Step 2: Absolute Convergence Test

To determine convergence, we can first test for absolute convergence by examining the absolute value of the terms: $|a_n| = n^2 e^{-5n}.$ If the series of $|a_n|$ converges, then the original series will also converge absolutely.

Applying the Ratio Test

The ratio test is useful for series with factorials or exponential factors. The ratio test states that for a series $\sum a_n$, if

$\lim_{n \to \infty} \left| \frac{a_{n+1}}{a_n} \right| = L,$

then:

• If $L < 1$, the series converges absolutely.
• If $L > 1$, the series diverges.
• If $L = 1$, the test is inconclusive.

Let's apply the ratio test to $|a_n| = n^2 e^{-5n}$.

$\frac{|a_{n+1}|}{|a_n|} = \frac{(n+1)^2 e^{-5(n+1)}}{n^2 e^{-5n}} = \frac{(n+1)^2}{n^2} \cdot e^{-5}.$

Now, as $n \to \infty$:

1. The ratio $\frac{(n+1)^2}{n^2}$ approaches 1.
2. Thus, $\frac{|a_{n+1}|}{|a_n|} \approx e^{-5}$, a constant less than 1.

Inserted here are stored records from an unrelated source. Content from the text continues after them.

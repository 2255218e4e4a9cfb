"""A dry fluid (heptane): its saturated vapour leans, so that compression wets it and expansion dries it."""

import pytest
from solving import failed_checks, solve

FLUID = "substance: heptane, equation: peng-robinson"


def phases(solution, leg="a"):
    return [piece["phase"] for piece in solution.pieces(leg)]


def test_compression_of_saturated_vapour_wets_it():
    solution = solve(FLUID, "T: 400 K, x: 1", "name: a, path: adiabatic, to: {p: {ratio: 3}}")
    assert phases(solution) == ["two-phase"]
    assert 0.5 < solution.states["a"].x < 1.0
    assert failed_checks(solution) == []


def test_expansion_of_wet_vapour_dries_it():
    solution = solve(FLUID, "T: 440 K, x: 0.97", "name: a, path: adiabatic, to: {p: {ratio: 0.2}}")
    assert phases(solution) == ["two-phase", "vapour"]
    assert solution.states["a"].phase == "vapour"
    assert failed_checks(solution) == []


def test_an_isentrope_in_and_out_again():
    """Superheated vapour compressed through a wet stretch to a supercritical state."""
    expanded = solve(FLUID, "T: 500 K, x: 1", "name: a, path: adiabatic, to: {p: {ratio: 0.2}}")
    low = expanded.states["a"]
    solution = solve(
        FLUID,
        f"p: {low.p!r} Pa, s: {low.s + 1.0!r} J/(kg K)",
        "name: a, path: adiabatic, to: {p: 60 bar}",
    )
    assert phases(solution)[0] == "vapour"
    assert solution.states["a"].phase == "supercritical"
    leg = solution.legs["a"]
    assert leg.delta.s == pytest.approx(0.0, abs=1e-6)
    assert leg.work == pytest.approx(solution.states["a"].h - solution.states["start"].h, rel=1e-9)
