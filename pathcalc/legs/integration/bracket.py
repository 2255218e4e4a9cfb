"""A bracketed root of one function per lane.

T. R. Chandrupatla, "A new hybrid quadratic/bisection algorithm for finding the zero of a nonlinear function
without using derivatives", Advances in Engineering Software 28 (1997) 145.
"""

from __future__ import annotations

from collections.abc import Callable

import numpy as np

from pathcalc.equations.contract import Array

LIMIT = 120
FLAT = 1e-13
"""Magnitude below which a function counts as zero where the search begins."""


def bracketed_root(f: Callable[[Array], Array], low: Array, high: Array, rtol: float = 4e-16) -> Array:
    """Roots of ``f`` between ``low`` and ``high``, arrays (n,); NaN where the ends do not enclose one.

    A lane is frozen as soon as it has converged, so that lanes do not influence each other.
    """
    b, a = low.astype(float), high.astype(float)
    fa, fb = f(a), f(b)
    enclosed = np.isfinite(fa) & np.isfinite(fb) & ((fa * fb <= 0.0) | (np.signbit(fa) != np.signbit(fb)))
    c, fc = a.copy(), fa.copy()
    t = np.full(a.shape, 0.5)
    best = np.where(np.abs(fa) < np.abs(fb), a, b)
    done = ~enclosed
    for _ in range(LIMIT):
        if done.all():
            break
        x = a + t * (b - a)
        fx = f(np.where(done, best, x))
        same = np.signbit(fx) == np.signbit(fa)
        c, fc = np.where(same, a, b), np.where(same, fa, fb)
        b, fb = np.where(same, b, a), np.where(same, fb, fa)
        a, fa = x, fx
        closest = np.where(np.abs(fa) < np.abs(fb), a, b)
        size = np.abs(b - a)
        tolerance = rtol * np.abs(closest) + 1e-300
        with np.errstate(divide="ignore", invalid="ignore", over="ignore"):
            limit = 0.5 * tolerance / size
            finished = (limit > 0.5) | (fa == 0.0)
            xi, phi = (a - b) / (c - b), (fa - fb) / (fc - fb)
            smooth = (phi * phi < xi) & ((1.0 - phi) ** 2 < 1.0 - xi)
            quadratic = fa / (fb - fa) * (fc / (fb - fc)) + (c - a) / (b - a) * (fa / (fc - fa)) * (fb / (fc - fb))
        best = np.where(done, best, closest)
        done = done | finished
        t = np.where(smooth & np.isfinite(quadratic), quadratic, 0.5)
        t = np.clip(t, np.minimum(limit, 0.5), np.maximum(1.0 - limit, 0.5))
        t = np.where(np.isfinite(t), t, 0.5)
    return np.where(enclosed, best, np.nan)


def scanned_root(f: Callable[[Array], Array], start: Array, offsets: Array, rtol: float = 4e-16) -> Array:
    """Root of ``f`` nearest to ``start`` (n,), looked for at ``start + offsets`` outwards; NaN where none is met.

    ``offsets`` ascend and hold 0. A value of ``f`` that is not finite ends the search of its lane on that side. Where
    ``f`` is zero all about the start, every point would do: NaN.
    """
    middle = int(np.argmin(np.abs(offsets)))
    here = f(start)
    at_start = np.abs(here) <= FLAT
    flat = at_start.copy()
    edges = {True: (here, np.isfinite(here)), False: (here, np.isfinite(here))}
    low, high = np.full(start.shape, np.nan), np.full(start.shape, np.nan)
    for k in range(1, max(middle, offsets.size - 1 - middle) + 1):
        for up in (True, False):
            inner, outer = (middle + k - 1, middle + k) if up else (middle - k + 1, middle - k)
            last, open_ = edges[up]
            if not 0 <= outer < offsets.size or not (open_ & np.isnan(low)).any():
                continue
            value = f(start + offsets[outer])
            open_ = open_ & np.isfinite(value)
            if k == 1:
                flat &= np.abs(value) <= FLAT
            hit = open_ & (last * value <= 0.0) & np.isnan(low)
            low = np.where(hit, start + offsets[inner], low)
            high = np.where(hit, start + offsets[outer], high)
            edges[up] = (value, open_)
    missing = np.isnan(low)
    root = bracketed_root(f, np.where(missing, start, low), np.where(missing, start, high), rtol)
    root = np.where(at_start, start, np.where(missing, np.nan, root))
    return np.where(flat, np.nan, root)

Since $e^{-5} < 1$, the ratio test confirms that $\sum |a_n|$ converges. This means the series converges absolutely.

Conclusion

Because the series converges absolutely, we conclude that the original series

$\sum_{n=1}^{\infty} (-1)^n n^2 e^{-5n}$

converges.

Would you like more details or have any questions?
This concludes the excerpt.